* Data entries
----

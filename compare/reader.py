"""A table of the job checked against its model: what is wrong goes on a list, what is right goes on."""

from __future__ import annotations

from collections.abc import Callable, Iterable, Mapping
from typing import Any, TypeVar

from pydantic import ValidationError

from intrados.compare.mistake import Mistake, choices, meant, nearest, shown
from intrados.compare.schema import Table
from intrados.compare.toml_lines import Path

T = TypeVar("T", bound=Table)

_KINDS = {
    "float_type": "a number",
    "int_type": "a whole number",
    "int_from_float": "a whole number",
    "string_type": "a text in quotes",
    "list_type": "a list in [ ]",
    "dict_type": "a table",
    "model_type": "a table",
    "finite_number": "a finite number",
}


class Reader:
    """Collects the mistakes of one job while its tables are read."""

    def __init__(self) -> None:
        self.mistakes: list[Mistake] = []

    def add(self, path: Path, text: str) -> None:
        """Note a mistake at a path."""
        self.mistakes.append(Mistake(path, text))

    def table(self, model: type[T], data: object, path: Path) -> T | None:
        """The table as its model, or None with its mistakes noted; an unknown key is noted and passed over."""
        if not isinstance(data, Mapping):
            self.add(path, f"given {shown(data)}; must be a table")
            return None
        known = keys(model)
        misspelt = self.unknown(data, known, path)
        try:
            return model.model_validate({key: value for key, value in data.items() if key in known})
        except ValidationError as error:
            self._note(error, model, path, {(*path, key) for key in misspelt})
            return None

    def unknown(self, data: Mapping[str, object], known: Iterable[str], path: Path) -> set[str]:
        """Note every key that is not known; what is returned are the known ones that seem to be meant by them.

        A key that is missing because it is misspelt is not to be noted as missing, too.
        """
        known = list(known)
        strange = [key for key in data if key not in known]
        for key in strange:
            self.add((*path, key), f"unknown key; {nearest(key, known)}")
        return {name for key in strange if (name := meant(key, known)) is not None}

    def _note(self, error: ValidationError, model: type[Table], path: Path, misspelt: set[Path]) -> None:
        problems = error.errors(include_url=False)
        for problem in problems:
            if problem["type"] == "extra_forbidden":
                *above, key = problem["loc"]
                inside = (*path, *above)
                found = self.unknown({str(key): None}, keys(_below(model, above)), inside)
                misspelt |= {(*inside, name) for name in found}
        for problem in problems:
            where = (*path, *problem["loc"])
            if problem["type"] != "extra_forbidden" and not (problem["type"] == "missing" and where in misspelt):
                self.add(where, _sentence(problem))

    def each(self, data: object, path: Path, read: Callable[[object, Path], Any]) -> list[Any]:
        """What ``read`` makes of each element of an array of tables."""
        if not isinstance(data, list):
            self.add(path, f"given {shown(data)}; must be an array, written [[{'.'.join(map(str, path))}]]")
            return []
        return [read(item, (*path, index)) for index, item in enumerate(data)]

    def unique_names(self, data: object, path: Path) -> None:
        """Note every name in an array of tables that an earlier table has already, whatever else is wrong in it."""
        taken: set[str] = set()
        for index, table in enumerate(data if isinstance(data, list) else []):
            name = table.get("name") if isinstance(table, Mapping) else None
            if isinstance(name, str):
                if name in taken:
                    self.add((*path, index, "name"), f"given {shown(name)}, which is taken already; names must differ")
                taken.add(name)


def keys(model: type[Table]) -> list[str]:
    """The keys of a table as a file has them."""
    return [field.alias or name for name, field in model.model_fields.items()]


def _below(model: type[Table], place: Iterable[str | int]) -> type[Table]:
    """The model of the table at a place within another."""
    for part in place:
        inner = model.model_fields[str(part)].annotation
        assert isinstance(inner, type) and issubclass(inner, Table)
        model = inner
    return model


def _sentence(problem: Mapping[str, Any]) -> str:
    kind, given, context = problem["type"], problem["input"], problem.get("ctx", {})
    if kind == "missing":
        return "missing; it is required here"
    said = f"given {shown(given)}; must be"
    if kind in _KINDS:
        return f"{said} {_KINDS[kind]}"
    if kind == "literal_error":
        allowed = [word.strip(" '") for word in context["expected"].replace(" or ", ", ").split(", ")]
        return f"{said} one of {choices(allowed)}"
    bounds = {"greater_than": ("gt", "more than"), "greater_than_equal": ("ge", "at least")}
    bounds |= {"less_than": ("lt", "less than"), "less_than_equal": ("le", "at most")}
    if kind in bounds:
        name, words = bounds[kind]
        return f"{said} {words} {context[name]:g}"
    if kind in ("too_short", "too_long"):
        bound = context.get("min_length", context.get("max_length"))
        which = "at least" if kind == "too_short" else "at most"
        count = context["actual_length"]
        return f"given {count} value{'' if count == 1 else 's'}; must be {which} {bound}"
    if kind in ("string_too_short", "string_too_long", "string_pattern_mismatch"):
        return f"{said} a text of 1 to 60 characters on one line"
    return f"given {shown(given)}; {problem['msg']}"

----

* TO DO
Only lines with the word "inside" are needed. Copy them from the preceding records.

* RESPONSE AREA
                inside = (*path, *above)
                found = self.unknown({str(key): None}, keys(_below(model, above)), inside)
                misspelt |= {(*inside, name) for name in found}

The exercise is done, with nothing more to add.